Conclusion: Imaginative action
In this paper, we urge a conceptualisation of the series of events precipitated by the Covid-19 pandemic as a liminal event creating a liminal hotspot. This means, first, the recognition of the radically disruptive and potentially transformative force of a liminal phase where the paradoxes of in-betweenness become highly salient: a phase which comes between past and future yet belongs neither to the past as we knew it, nor to the future as we imagined it. Second, it demands the recognition of the sense of this liminal event as an ambivalent hotspot, where the radical uncertainty of living this time of paradox (with its heightened potentials for paralysis, polarisation and even panic) also opens the possibility of novel constellations which may cohere into lasting features of our coming psycho-socio-political landscape.
In drawing attention to the liminal phase as the seat of becoming we risk accusations of idealism, and yet what is required for any pattern shift is the synthesis of visionary ideal and wily know-how that is ‘imaginative action’. Indeed, a polarisation between immediate action (which risks being a thoughtless repetition of now redundant solutions) and visionary dreaming (which risks being impotent) is a typical response to the paradoxes of liminal hotpots. Avoiding such polarisation is essential precisely when the automatism of past routines could prove deadly, and when a new future must not just be imagined but built.
As Mead predicted, we are living through a situation which has forced us to a new self-consciousness of our dependency upon a collective under real threat; a situation in which—paradoxically of course—we feel the value of our social nature just when we are threatened with its loss.
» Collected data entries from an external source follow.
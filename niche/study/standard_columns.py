"""Columns that a log in an open standard has by itself, so that a study need not name them."""

from __future__ import annotations

from typing import Any

_COMMON = {"species": "species", "session": "session", "zone": "zone", "count": "count"}
_DARWIN_CORE = {**_COMMON, "animal": "animal", "observer": "observer"}
_CAMERA = {**_COMMON, "deployment": "deployment", "time": "time", "end": "end"}


def with_standard_columns(logs: Any) -> Any:
    """The ``[logs]`` table with the columns that its ``file.standard`` implies; what the study names itself stays.

    Parameters
    ----------
    logs : object
        The table as read, before it is checked; anything that is not of its form is returned as it is.
    """
    form = logs.get("file") if isinstance(logs, dict) else None
    standard = form.get("standard") if isinstance(form, dict) else None
    named = logs.get("columns", {}) if isinstance(logs, dict) else None
    if standard not in ("darwin-core", "camtrap-dp") or not isinstance(named, dict):
        return logs
    rule = logs.get("rule", "bouts")
    implied: dict[str, str] = dict(_CAMERA if standard == "camtrap-dp" else _DARWIN_CORE)
    if standard == "darwin-core":
        implied |= {"start": "start", "end": "end"} if rule == "bouts" else {"time": "time"}
        if rule == "camera":
            implied["deployment"] = "session"
        if rule == "reads":
            implied |= {"tag": "tag", "antenna": "antenna"}
    if "duration" in named:
        implied.pop("end", None)
    return {**logs, "columns": {**implied, **named}}
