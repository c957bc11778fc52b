"""The zone sheet: a CSV of zone, row, column and, if known, availability; one line a zone."""

from __future__ import annotations

import csv
import difflib
import math
from pathlib import Path

from pydantic import ValidationError

from niche.errors import StudyError
from niche.study.model import Availability, Zones

_NEEDED = ("zone", "row", "column")
_AMOUNT = "availability"


def zones_from_sheet(file: Path, declared: Zones) -> Zones:
    """Zones from a zone sheet; rows and columns of the map in the order in which the sheet first names them.

    Raises
    ------
    StudyError
        The sheet cannot be read, or a line of it breaks a rule.
    """
    cells: dict[tuple[str, str], str] = {}
    amounts: dict[str, float] = {}
    for line, record in _records(file):
        zone, row, column = (record[heading] for heading in _NEEDED)
        for heading in _NEEDED:
            if not record[heading]:
                raise StudyError(f"{file}: line {line}: {heading} is empty; every zone needs a name and a place.")
        if (row, column) in cells:
            raise StudyError(
                f"{file}: line {line}: zones {cells[row, column]!r} and {zone!r} both stand in row {row!r}, column "
                f"{column!r}; each place holds one zone."
            )
        cells[row, column] = zone
        if written := record.get(_AMOUNT, ""):
            amounts[zone] = _amount(file, line, written)
    if declared.availability_source is not None and not amounts:
        raise StudyError(f"{file}: zones.availability_source is given, and the sheet has no {_AMOUNT}.")
    rows, columns = (tuple(dict.fromkeys(place[axis] for place in cells)) for axis in (0, 1))
    source = declared.availability_source or "not given"
    try:
        return Zones(
            rows=rows,
            columns=columns,
            layout=tuple(tuple(cells.get((row, column), "") for column in columns) for row in rows),
            availability=Availability(source=source, unit="as in the zone sheet", amounts=amounts) if amounts else None,
        )
    except ValidationError as error:
        told = "; ".join(str(problem.get("ctx", {}).get("error", problem["msg"])) for problem in error.errors())
        raise StudyError(f"{file}: {told}.") from None


def _records(file: Path) -> list[tuple[int, dict[str, str]]]:
    """Lines of the sheet that are not blank, each with its number, cells trimmed."""
    records = []
    try:
        with file.open(encoding="utf-8-sig", newline="") as stream:
            reader = csv.reader(stream, strict=True)
            headings = [cell.strip() for cell in next(reader, [])]
            _check_headings(file, headings)
            line = reader.line_num + 1
            for row in reader:
                cells = [cell.strip() for cell in row]
                if any(cells[len(headings) :]):
                    raise StudyError(
                        f"{file}: line {line}: {len(cells)} cells where the header has {len(headings)}; a comma inside a "
                        "cell needs quotes round the cell."
                    )
                if any(cells):
                    cells += [""] * (len(headings) - len(cells))
                    records.append((line, dict(zip(headings, cells, strict=False))))
                line = reader.line_num + 1
    except FileNotFoundError:
        raise StudyError(f"{file}: zones.sheet names this file, and there is no such file.") from None
    except (OSError, ValueError, csv.Error) as error:  # ValueError: text that is not UTF-8, a path with a NUL
        raise StudyError(f"{str(file)!r}: the zone sheet cannot be read as UTF-8 CSV ({error}).") from None
    if not records:
        raise StudyError(f"{file}: line 1: no zone below it. {_FORM}")
    return records


_FORM = f"A zone sheet has the headings zone, row, column and, if known, {_AMOUNT}, and one line a zone."


def _check_headings(file: Path, headings: list[str]) -> None:
    for heading in _NEEDED:
        if heading not in headings:
            raise StudyError(f"{file}: line 1: no heading {heading!r}. {_FORM}")
    for heading in (*_NEEDED, _AMOUNT):
        if headings.count(heading) > 1:
            raise StudyError(f"{file}: line 1: the heading {heading!r} stands twice.")
    others = [heading for heading in headings if heading not in _NEEDED]
    if _AMOUNT not in others and (close := difflib.get_close_matches(_AMOUNT, others, n=1, cutoff=0.75)):
        raise StudyError(f"{file}: line 1: the heading {close[0]!r} is not known; did you mean {_AMOUNT!r}?")


def _amount(file: Path, line: int, written: str) -> float:
    """An amount of availability, as a plain number."""
    try:
        amount = math.nan if "_" in written else float(written)
    except ValueError:
        amount = math.nan
    if not 0 <= amount < math.inf:
        raise StudyError(f"{file}: line {line}: {_AMOUNT} is {written!r}; it must be a number, 0 or above.")
    return amount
Even the Royal ‘we’ now evokes the spectacular ideal of a global sense of citizenship. We social psychologists cannot resort to the pretence of offering only instrumental advice for the solution of problems decided in advance and on high. If indeed a different song starts to play after the ‘pause’, then an important difference will be that we must not simply be passive listeners to something pre-recorded, but must join in the singing and indeed the composition. Social psychology can lend its voice in orchestrating the practicalities and the ideals expressed in this shared creative/destructive process. The ‘how’ must be the subject of a more extensive article.